Tuesday, May 14, 2024

Cogges, Oxfordshire

Sixty years a queen

The diamond jubilee of Queen Victoria in 1897 inspired a host of commemorative items, from plates to trays, medals to jugs, including some jugs made by Doulton of Lambeth emblazoned with the legend, ‘She wrought her country lasting good’. I don’t know how much good Victoria did her country, how much her influence has lasted, but such commemoratives are certainly still highly visible, as a visit to any antiques fair will show.

One can also find Victoria’s Diamond Jubilee commemorated on buildings. Jubilee clocks are still keeping time on some public buildings. There are also ceramic plaques like this one attached to the lychgate to the churchyard at Cogges, telling us that the gate itself was built in Jubilee year. The 1880s and 1890s were a great age of ceramic decoration on buildings – terracotta sunflowers and sprigs of foliage were a favourite motif of builders constructing houses, especially the larger than average houses of well to do streets in the suburbs. A builder could buy standard sunflower or foliage tiles or order bespoke panels bearing house names and insert them into the walls as the courses of bricks went up.

This Jubilee plaque is on a still larger scale.
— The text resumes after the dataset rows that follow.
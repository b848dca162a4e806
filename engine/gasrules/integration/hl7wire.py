"""HL7 v2 on the wire: MLLP framing, MSH-18 character sets, acknowledgements.

* **MLLP** frames a message as ``0x0B`` message ``0x1C 0x0D``. :class:`MllpDecoder` takes bytes
  as they arrive (a frame split over many reads, or many frames in one read) and returns the
  complete frames; bytes outside a frame are counted and dropped.
* **Character sets**: a message is bytes until MSH-18 says how to read them. :func:`decode`
  reads MSH-18 (first repetition; HL7 table 0211) from the ASCII header and decodes the whole
  message with it; without MSH-18 the bytes must be ASCII (UTF-8 is accepted too). An unknown
  character set, or bytes that are not valid in the declared one, is an :class:`Issue` at
  ``MSH[1]-18``.
* **Acknowledgements** (original mode): :func:`ack` builds ``MSH``, ``MSA`` (MSA-1 ``AA``,
  ``AE`` or ``AR``; MSA-2 the message's MSH-10) and one ``ERR`` per error, with the error's
  segment, occurrence and field in ERR-2 and an HL7 table 0357 code in ERR-3.

:func:`split_raw` splits a file's bytes into messages (MLLP-framed or plain, CR, LF or CRLF).
"""

from __future__ import annotations

import re
from collections.abc import Iterator, Sequence
from dataclasses import dataclass

from gasrules.integration.standard_codes import Issue

__all__ = ["CHARSETS", "MllpDecoder", "RawHeader", "ack", "decode", "frame", "raw_header", "split_raw"]

VT, FS, CR = b"\x0b", b"\x1c", b"\x0d"

# HL7 table 0211 (MSH-18) -> Python codec. Only single-byte sets and byte-oriented multi-byte
# sets whose bytes never collide with the MLLP frame characters are accepted.
CHARSETS = {
    "ASCII": "ascii",
    "UNICODE UTF-8": "utf-8",
    **{f"8859/{n}": f"iso8859-{n}" for n in (1, 2, 3, 4, 5, 6, 7, 8, 9, 15)},
    "GB 18030-2000": "gb18030",
    "BIG-5": "big5",
}

# HL7 table 0357 (message error condition codes) used in ERR-3.
ERR_DATA_TYPE = ("102", "Data type error")
ERR_TABLE_VALUE = ("103", "Table value not found")
ERR_REQUIRED = ("101", "Required field missing")
ERR_SEGMENT = ("100", "Segment sequence error")
ERR_MESSAGE_TYPE = ("200", "Unsupported message type")
ERR_INTERNAL = ("207", "Application internal error")
_ERR_BY_CODE = {
    "hl7.value_type": ERR_DATA_TYPE,
    "value.not_a_number": ERR_DATA_TYPE,
    "value.wrong_type": ERR_DATA_TYPE,
    "unit.unknown": ERR_TABLE_VALUE,
    "status.missing": ERR_TABLE_VALUE,
    "value.missing": ERR_REQUIRED,
    "hl7.no_msh": ERR_SEGMENT,
    "hl7.bad_segment": ERR_SEGMENT,
    "hl7.message_type": ERR_MESSAGE_TYPE,
    "hl7.no_control_id": ERR_REQUIRED,
}
_PATH = re.compile(r"(?P<seg>[A-Z][A-Z0-9]{2})\[(?P<seq>\d+)\](?:-(?P<field>\d+))?")


# ============================================================================ framing
def frame(message: bytes) -> bytes:
    """One MLLP frame."""
    return VT + message + FS + CR


class MllpDecoder:
    """Incremental MLLP deframer: ``feed(data)`` returns the frames completed by ``data``."""

    def __init__(self, max_frame: int) -> None:
        self.max_frame = max_frame
        self._buf = bytearray()
        self._in_frame = False
        self.dropped = 0  # bytes seen outside any frame

    def feed(self, data: bytes) -> list[bytes]:
        frames: list[bytes] = []
        for byte in memoryview(data).cast("B"):
            if not self._in_frame:
                if byte == 0x0B:
                    self._in_frame, self._buf = True, bytearray()
                elif byte not in (0x0D, 0x0A):
                    self.dropped += 1
                continue
            if byte == 0x1C:  # end of block; the CR after it is skipped as outside
                frames.append(bytes(self._buf))
                self._in_frame = False
            elif byte == 0x0B:  # a new start inside a frame: the old one was broken
                self.dropped += len(self._buf)
                self._buf = bytearray()
            else:
                self._buf.append(byte)
                if len(self._buf) > self.max_frame:
                    raise ValueError(f"an MLLP frame exceeds {self.max_frame} bytes")
        return frames


def split_raw(data: bytes) -> Iterator[bytes]:
    """Each message of a file: MLLP frames when the data has any, else text split at each MSH
    (CR, LF or CRLF between segments; batch envelopes FHS/BHS/BTS/FTS dropped)."""
    if VT in data and FS in data:
        decoder = MllpDecoder(max_frame=len(data))
        yield from decoder.feed(data)
        return
    current: list[bytes] = []
    for line in re.split(rb"\r\n|\r|\n", data):
        if not line.strip() or line[:3] in (b"FHS", b"BHS", b"BTS", b"FTS"):
            continue
        if line.startswith(b"MSH") and current:
            yield b"\r".join(current)
            current = []
        current.append(line)
    if current:
        yield b"\r".join(current)


# ============================================================================ MSH and charsets
@dataclass(frozen=True)
class RawHeader:
    """MSH fields read from the bytes before decoding (the header is ASCII in every charset)."""

    fields: tuple[str, ...]  # fields[n] is MSH-n (fields[1] the field separator)

    def raw(self, n: int) -> str:
        return self.fields[n] if n < len(self.fields) else ""

    def get(self, n: int, component: int = 1) -> str:
        value = self.raw(n)
        if n <= 2:
            return value
        parts = value.split(self.fields[2][:1] or "^")
        return parts[component - 1] if component <= len(parts) else ""


def raw_header(message: bytes) -> RawHeader | None:
    """MSH of ``message`` (latin-1 view: one character per byte), or None without one."""
    first = re.split(rb"\r\n|\r|\n", message.lstrip(), maxsplit=1)[0]
    if not first.startswith(b"MSH") or len(first) < 8:
        return None
    text = first.decode("latin-1")
    parts = text.split(text[3])
    return RawHeader(("MSH", text[3], *parts[1:]))


def charset_name(header: RawHeader) -> str:
    """MSH-18, first repetition, trimmed ('' when absent)."""
    raw = header.get(18)
    rep = header.get(2)[1:2] or "~"
    return raw.split(rep)[0].strip()


def decode(message: bytes) -> tuple[str | None, Issue | None]:
    """(text, None), or (None, issue at MSH-18) when the bytes cannot be read as declared."""
    header = raw_header(message)
    name = charset_name(header) if header else ""
    if not name:
        try:
            return message.decode("utf-8"), None
        except UnicodeDecodeError as exc:
            return None, Issue(
                "MSH[1]-18",
                "hl7.charset",
                f"byte {message[exc.start]:#04x} at offset {exc.start} is not "
                "ASCII and MSH-18 names no character set; accepted in MSH-18: " + ", ".join(CHARSETS),
            )
    codec = CHARSETS.get(name.upper())
    if codec is None:
        return None, Issue(
            "MSH[1]-18",
            "hl7.charset",
            f"character set {name!r} is not supported; accepted: " + ", ".join(CHARSETS),
        )
    try:
        return message.decode(codec), None
    except UnicodeDecodeError as exc:
        return None, Issue(
            "MSH[1]-18",
            "hl7.charset",
            f"byte {message[exc.start]:#04x} at offset {exc.start} is not valid {name}",
        )


# ============================================================================ acknowledgements
def _esc(text: str) -> str:
    from gasrules.integration.hl7v2 import escape

    return escape(text)


def err_segment(issue: Issue) -> str:
    """ERR for one issue: ERR-2 location, ERR-3 table 0357 code, ERR-4 E, ERR-8 the message."""
    m = _PATH.fullmatch(issue.path)
    location = f"{m['seg']}^{m['seq']}^{m['field'] or ''}".rstrip("^") if m else ""
    code, text = _ERR_BY_CODE.get(issue.code, ERR_INTERNAL)
    severity = {"error": "E", "warning": "W", "notice": "I"}[issue.severity]
    return f"ERR||{location}|{code}^{text}^HL70357|{severity}||||{_esc(f'{issue.code}: {issue.message}')}"


def ack(
    code: str,
    header: RawHeader | None,
    *,
    control_id: str,
    timestamp: str,
    application: str,
    facility: str,
    errors: Sequence[Issue] = (),
) -> str:
    """An original-mode ACK (segments joined by CR). ``code`` is AA, AE or AR."""
    if code not in ("AA", "AE", "AR"):
        raise ValueError(f"acknowledgement code {code!r}: expected AA, AE or AR")
    empty = RawHeader(("MSH", "|", "^~\\&"))
    header_ = header if header is not None else empty
    get, raw = header_.get, header_.raw
    trigger = get(9, 2)
    version = get(12) or "2.5.1"
    processing = get(11) or "P"
    charset = charset_name(header) if header is not None else ""
    msh = (
        f"MSH|^~\\&|{_esc(application)}|{_esc(facility)}|{raw(3)}|{raw(4)}|{timestamp}||"
        f"ACK{'^' + trigger if trigger else ''}^ACK|{_esc(control_id)}|{processing}|"
        f"{version}"
    )
    if charset:
        msh += f"||||||{charset}"
    segs = [msh, f"MSA|{code}|{raw(10)}"]
    segs += [err_segment(i) for i in errors]
    return "\r".join(segs) + "\r"


def encoding_of(header: RawHeader | None) -> str:
    """The codec to write a reply in: the message's own character set, else ASCII."""
    name = charset_name(header).upper() if header is not None else ""
    return CHARSETS.get(name, "ascii")
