class Progress:
    """A progress bar drawn by rich on a terminal (stderr); silent otherwise.

    ``share()`` is the part of the input read so far (0..1). Redrawn at most five times a
    second from ``update`` (no refresh thread: worker processes may be started after it)."""

    def __init__(self, stream: TextIO, share: Callable[[], float], enabled: bool | None = None) -> None:
        self.stream, self.share = stream, share
        self.enabled = stream.isatty() if enabled is None else enabled
        self.t0 = time.monotonic()
        self.last = 0.0
        self._bar: Any = None
        if self.enabled:
            from rich.console import Console
            from rich.progress import BarColumn, TaskProgressColumn, TextColumn, TimeRemainingColumn
            from rich.progress import Progress as Bar

            self._bar = Bar(
                TaskProgressColumn(),
                BarColumn(bar_width=30),
                TextColumn("{task.fields[rows]:,} rows  {task.fields[rate]:,.0f}/s"),
                TextColumn("eta"),
                TimeRemainingColumn(),
                console=Console(file=stream),
                auto_refresh=False,
                transient=False,
            )
            self._task = self._bar.add_task("", total=1.0, rows=0, rate=0.0)
            self._bar.start()

    def update(self, rows: int, force: bool = False) -> None:
        if not self.enabled:
            return
        now = time.monotonic()
        if not force and now - self.last < 0.2:
            return
        self.last = now
        done = max(0.0, min(self.share(), 1.0))
        rate = rows / max(now - self.t0, 1e-9)
        self._bar.update(self._task, completed=done, rows=rows, rate=rate)
        self._bar.refresh()

    def finish(self, rows: int) -> None:
        if self.enabled:
            self.update(rows, force=True)
        self.close()

    def close(self) -> None:
        """Stop drawing (the cursor comes back); also after a failed run."""
        if self._bar is not None:
            self._bar.stop()
            self._bar = None
            self.enabled = False


# ----------------------------------------------------------------------------- the run


def records(
    rb: Any,
    table: Table,
    options: BatchOptions,
    summary: BatchSummary,
    hooks: RunHooks | None = None,
    progress: Progress | None = None,
    renames: Sequence[tuple[str, str]] = (),
    encoder: Any = None,
) -> Iterator[tuple[Any, int]]:
    """(block, rows in it) chunk by chunk, in input order: a block is the chunk encoded by
    ``encoder`` (tabular.Encoder, run in the workers) or, without one, a list of value lists in
    column order. The summary is filled, and the hooks see every result, as chunks pass."""
    hooks = hooks or RunHooks()
    keep = hooks.observe is not None
    job = _Job(
        rb,
        hooks.candidate,
        tuple(renames),
        tuple(value_names(rb, options.values)),
        options.full_json,
        hooks.trace,
        keep,
        encoder,
    )
    with OrderedPool(interpret_chunk, job, options.workers) as pool:
        for block, stats in pool.map(chunked(table, options.chunk_size)):
            for status, disorders, unreadable, extra in stats:
                if keep and extra is not None:
                    hooks.observe(*extra)  # type: ignore[misc]
                summary.add(status, disorders, unreadable)
            if progress is not None:
                progress.update(summary.rows)
            yield block, len(stats)


def run_batch(
    rb: Any,
    source: str | Path,
    target: str | Path = "-",
    options: BatchOptions | None = None,
    hooks: RunHooks | None = None,
    stderr: TextIO | None = None,
) -> BatchSummary:
    """Interpret every row of ``source`` and write ``target`` (``-``: standard output).
    Raises TableError for an input, header or mapping that cannot be used (nothing written)."""
    options = options or BatchOptions()
    hooks = hooks or RunHooks()
    rb = hooks.rulebook if hooks.rulebook is not None else rb
    stderr = stderr if stderr is not None else sys.stderr
    summary = BatchSummary(output=str(target), rulebook=dict(rb.identity), notes=hooks.notes)
    t0 = time.perf_counter()
    try:
        with open_table(
            source,
            analytes_of(rb),
            mapping=options.mapping,
            fmt=options.in_format,
            decimal_comma=options.decimal_comma,
        ) as table:
            columns, renames = output_columns(rb, table, options)
            out_fmt = options.out_format or _default_out_format(target, table.fmt)
            progress = Progress(stderr, table.progress, options.progress)
            try:
                with open_writer(target, columns, out_fmt, metadata=lineage(rb)) as writer:
                    for block, count in records(
                        rb, table, options, summary, hooks, progress, renames, writer.encoder()
                    ):
                        writer.write_block(block, count)
                progress.finish(summary.rows)
            finally:
                progress.close()
    finally:
        if hooks.close is not None:
            hooks.close()
    summary.seconds = time.perf_counter() - t0
    return summary


def lineage(rb: Any) -> dict[str, str]:
    """Key-value metadata stored in every Parquet output: which rulebook and engine wrote it."""
    return {
        "gasrules.rulebook": json.dumps(rb.identity, sort_keys=True),
        "gasrules.engine_version": str(rb.engine_version),
    }


def _default_out_format(target: str | Path, in_fmt: str) -> str:
    if str(target) == "-":
        return "csv" if in_fmt == "parquet" else in_fmt
    from gasrules.tables.readers import detect_format

    return detect_format(target)
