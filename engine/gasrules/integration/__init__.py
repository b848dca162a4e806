"""Layer 7, integration: lab and EHR systems. Standard codes (LOINC, UCUM, HL7 tables), FHIR, HL7 v2
and MLLP, message and table batch runs, distributed runs."""
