1. the header is read from the bytes (MSH-18 decides how the rest is decoded);
2. a message whose MSH-3, MSH-4 and MSH-10 were already answered within ``dedupe_minutes``
   gets the same acknowledgement again and is **not** interpreted twice (a retransmission
   arriving while the first copy is still being processed waits for its answer);
3. a message that is not ORU^R01, has no MSH-10, or declares an unsupported character set is
   rejected: ``AR``, with ERR-2 at the MSH field and an HL7 table 0357 code in ERR-3;
4. a message whose content cannot be used (a value that is not a number, an unknown unit, a
   missing required field) gets ``AE`` with one ERR per error, naming its segment, occurrence
   and field (``OBX^4^5``); nothing is filed;
5. otherwise the case is interpreted, the result ORU^R01 is **filed** (written to a temporary
   name in ``outbox`` and renamed) and, when ``forward`` is set, **forwarded** over MLLP and
   its acknowledgement awaited; only then is ``AA`` sent. If filing or forwarding fails the
   answer is ``AR`` (ERR-3 207), nothing is remembered, and a retransmission is processed anew.

MSA-2 is always the message's MSH-10. The acknowledgement is written in the message's own
character set. Settings (``interfaces.listen`` in a settings file; flags override)::

    interfaces:
      facility: SITE-LAB               # MSH-4 of the acknowledgements and result messages
      listen:
        host: 127.0.0.1
        port: 2575
        outbox: ../hl7-out             # a folder; required
        forward: 10.1.2.3:2576         # optional MLLP destination for the result messages
        forward_timeout: 10            # seconds to connect, send and receive its ACK
        dedupe_minutes: 60             # remember answered MSH-10 this long
        max_message: 1048576           # bytes in one frame
        idle_timeout: 300              # close a connection silent this long
        max_connections: 256           # open connections; one more is closed at once
"""

from __future__ import annotations

import asyncio
import json
import os
import re
import sys
import time
from collections import OrderedDict
from collections.abc import Callable
from dataclasses import dataclass
from datetime import UTC, datetime
from pathlib import Path
from typing import Any

from gasrules.core.errors import EngineError
from gasrules.integration.hl7wire import (
    MllpDecoder,
    RawHeader,
    ack,
    decode,
    encoding_of,
    frame,
    raw_header,
)
from gasrules.integration.interfaces import InterfaceSettings, incoming_from_hl7, to_hl7
from gasrules.integration.standard_codes import Issue

__all__ = ["ListenConfig", "Listener", "listen_settings"]


@dataclass(frozen=True)
class ListenConfig:
    host: str = "127.0.0.1"
    port: int = 2575
    outbox: Path | None = None
    forward: tuple[str, int] | None = None
    forward_timeout: float = 10.0
    dedupe_minutes: float = 60.0
    max_message: int = 1_048_576
    idle_timeout: float = 300.0
    max_connections: int = 256
    max_remembered: int = 100_000


_KEYS = {
    "host": ("str", 0, 0),
    "port": ("int", 0, 65535),
    "outbox": ("path", 0, 0),
    "forward": ("hostport", 0, 0),
    "forward_timeout": ("float", 0.1, 600),
    "dedupe_minutes": ("float", 0, 10_080),
    "max_message": ("int", 1024, 1 << 30),
    "idle_timeout": ("float", 1, 86_400),
    "max_connections": ("int", 1, 100_000),
}


def parse_hostport(text: str) -> tuple[str, int]:
    """'host:port' -> (host, port); raises ValueError naming the accepted form."""
    host, sep, port = text.rpartition(":")
    if not sep or not host or not port.isdigit() or not 0 < int(port) < 65536:
        raise ValueError(f"{text!r} is not HOST:PORT (a port from 1 to 65535)")
    return host.strip("[]"), int(port)


def listen_settings(value: Any, doc: Any, base: Path) -> dict[str, Any]:
    """The checked ``interfaces.listen`` mapping (ListenConfig field names)."""
    from gasrules.governance.settings import SettingsError

    if not isinstance(value, dict):
        raise SettingsError(
            "interfaces.listen",
            "expected a mapping",
            ", ".join(_KEYS),
            str(doc.locate(("interfaces", "listen"))),
        )
    out: dict[str, Any] = {}
    for key, raw in value.items():
        where = str(doc.locate(("interfaces", "listen", key)))
        if key not in _KEYS:
            raise SettingsError(f"interfaces.listen.{key}", "unknown setting", ", ".join(_KEYS), where)
        kind, low, high = _KEYS[key]
        name = f"interfaces.listen.{key}"
        if kind in ("int", "float"):
            if (
                isinstance(raw, bool)
                or not isinstance(raw, (int, float))
                or not low <= raw <= high
                or (kind == "int" and not float(raw).is_integer())
            ):
                raise SettingsError(
                    name, f"{raw!r} is out of range", f"a number from {low:g} to {high:g}", where
                )
            out[key] = int(raw) if kind == "int" else float(raw)
        elif not isinstance(raw, str) or not raw.strip():
            raise SettingsError(name, f"{raw!r} is not a non-empty string", "a string", where)
        elif kind == "path":
            path = Path(raw).expanduser()
            out[key] = path if path.is_absolute() else base / path
        elif kind == "hostport":
            try:
                out[key] = parse_hostport(raw)
            except ValueError as exc:
                raise SettingsError(name, str(exc), "HOST:PORT", where) from None
        else:
            out[key] = raw
    return out


class ForwardError(EngineError):
    """The result message could not be delivered to the forward destination."""


class _Answer:
    """One acknowledgement and whether it may be remembered (AR for a failure may not)."""

    def __init__(self, text: str, code: str, remember: bool) -> None:
        self.text, self.code, self.remember = text, code, remember
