TEST(PlantSimulator, IncidentsAreOnTheGridAfterWarmUpAndApartPerPump) {
  for (std::uint64_t seed = 1; seed <= 6; ++seed) {
    PlantOptions options;
    options.seed = seed;
    PlantSimulator simulator(options);
    const auto& incidents = simulator.incidents();
    // round(0.5 per pump-week * 12 pumps * 1 week) = 6; collisions are retried.
    EXPECT_EQ(incidents.size(), 6u) << "seed " << seed;
    std::set<std::string> kinds;
    const double last_tick = options.start_time + (simulator.ticks() - 1) * 10.0;
    const double warm_up_end = options.start_time + 0.25 * options.duration_seconds;
    for (std::size_t i = 0; i < incidents.size(); ++i) {
      const PlantIncident& a = incidents[i];
      kinds.insert(a.kind);
      EXPECT_GE(a.start, warm_up_end);
      EXPECT_LE(a.end, last_tick);
      EXPECT_GE(a.end - a.start, 1800 - 10);
      EXPECT_LE(a.end - a.start, 6 * 3600);
      EXPECT_EQ(std::fmod(a.start - options.start_time, 10.0), 0);
      EXPECT_EQ(std::fmod(a.end - options.start_time, 10.0), 0);
      if (i > 0) {
        EXPECT_LE(incidents[i - 1].start, a.start) << "sorted by start";
      }
      for (std::size_t j = 0; j < i; ++j)
        if (incidents[j].stream == a.stream) {
          EXPECT_TRUE(incidents[j].end + 3600 <= a.start || a.end + 3600 <= incidents[j].start)
              << a.stream << " has overlapping incidents";
        }
    }
    EXPECT_EQ(kinds.size(), 5u) << "six incidents cover all five kinds, seed " << seed;
  }

  PlantOptions only;
  only.faults = {"seal_leak"};
  // A named simulator: a range-for over incidents() of a temporary reads a destroyed vector
  // (heap use-after-free, found by AddressSanitizer; issue 10).
  const PlantSimulator seal_leaks_only(only);
  for (const PlantIncident& incident : seal_leaks_only.incidents())
    EXPECT_EQ(incident.kind, "seal_leak");
  EXPECT_TRUE(PlantSimulator(FaultFree(only)).incidents().empty());
  only.faults_per_pump_week = 0;
  EXPECT_TRUE(PlantSimulator(only).incidents().empty());

  // A short run still gets one incident, after its warm-up quarter.
  PlantOptions short_run;
  short_run.pumps = 2;
  short_run.duration_seconds = 3600;
  PlantSimulator simulator(short_run);
  ASSERT_EQ(simulator.incidents().size(), 1u);
  EXPECT_GE(simulator.incidents()[0].start, short_run.start_time + 900);
  EXPECT_LE(simulator.incidents()[0].end, short_run.start_time + 3590);
}

TEST(PlantSimulator, FaultFreeSpanKeepsFaultsOutOfAWarmUp) {
  // fault_free_seconds replaces the default first quarter (plant_simulator.h): with two days and
  // one fault-free day, every planned incident starts on day two, and the plan still holds faults.
  PlantOptions options;
  options.duration_seconds = 2 * 86400.0;
  options.interval_seconds = 60;
  options.faults_per_pump_week = 3;
  options.fault_free_seconds = 86400;
  PlantSimulator simulator(options);
  ASSERT_FALSE(simulator.incidents().empty());
  for (const PlantIncident& incident : simulator.incidents())
    EXPECT_GE(incident.start, options.start_time + 86400)
        << incident.stream << " " << incident.kind;
  options.fault_free_seconds = options.duration_seconds;  // no room left
  EXPECT_THROW(PlantSimulator{options}, std::invalid_argument);
}

TEST(PlantSimulator, RejectsBadOptions) {
  auto rejects = [](PlantOptions options, const std::string& fragment) {
    try {
      PlantSimulator simulator(options);
      ADD_FAILURE() << "accepted; expected an error mentioning " << fragment;
    } catch (const std::invalid_argument& e) {
      EXPECT_NE(std::string(e.what()).find(fragment), std::string::npos) << e.what();
    }
  };
  PlantOptions o;
  o.pumps = 0;
  rejects(o, "pumps = 0");
  o.pumps = 100;
  rejects(o, "pumps = 100");
  o = {};
  o.interval_seconds = 0;
  rejects(o, "interval");
  o.interval_seconds = -5;
  rejects(o, "interval");
  o.interval_seconds = std::nan("");
  rejects(o, "interval");
  o = {};
  o.duration_seconds = 5;
  rejects(o, "duration");
  o = {};
  o.faults = {"cavitation", "gremlins"};
  rejects(o, "'gremlins'");
  o.faults = {"cavitation", "cavitation"};
  rejects(o, "twice");
  o = {};
  o.faults_per_pump_week = -1;
  rejects(o, "faults per pump-week");
  o = {};
  o.start_time = INFINITY;
  rejects(o, "start");

  PlantSimulator simulator{PlantOptions{}};
  double time;
  std::string stream;
  std::array<double, 5> too_short;
  EXPECT_THROW(simulator.Next(&time, &stream, too_short), std::invalid_argument);
}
A profile portrait of the monarch, like one from a coin or a postage stamp, is surrounded by a roundel, a band containing her title ‘Empress of India’ and a border naming her other principal domains, from Gibraltar to New Zealand. Lions and crowns fill up the remaining spaces, as if we needed the imperial idea to be emphasised still further.

A number of these plaques survive on buildings in Great Britain and, for all I know, in the countries of what was then the British Empire. They were made, I believe, at Stanley Brothers Brick and Tile Works in Nuneaton. This one on a lychgate would have been seen every Sunday by those going to church. Others, I’m sure were on still more prominent buildings on High Streets in major towns. As we know from recent decades, British people still know how to celebrate a jubilee, but in its memorialisation of empire and dominion, this commemoration belongs to another age.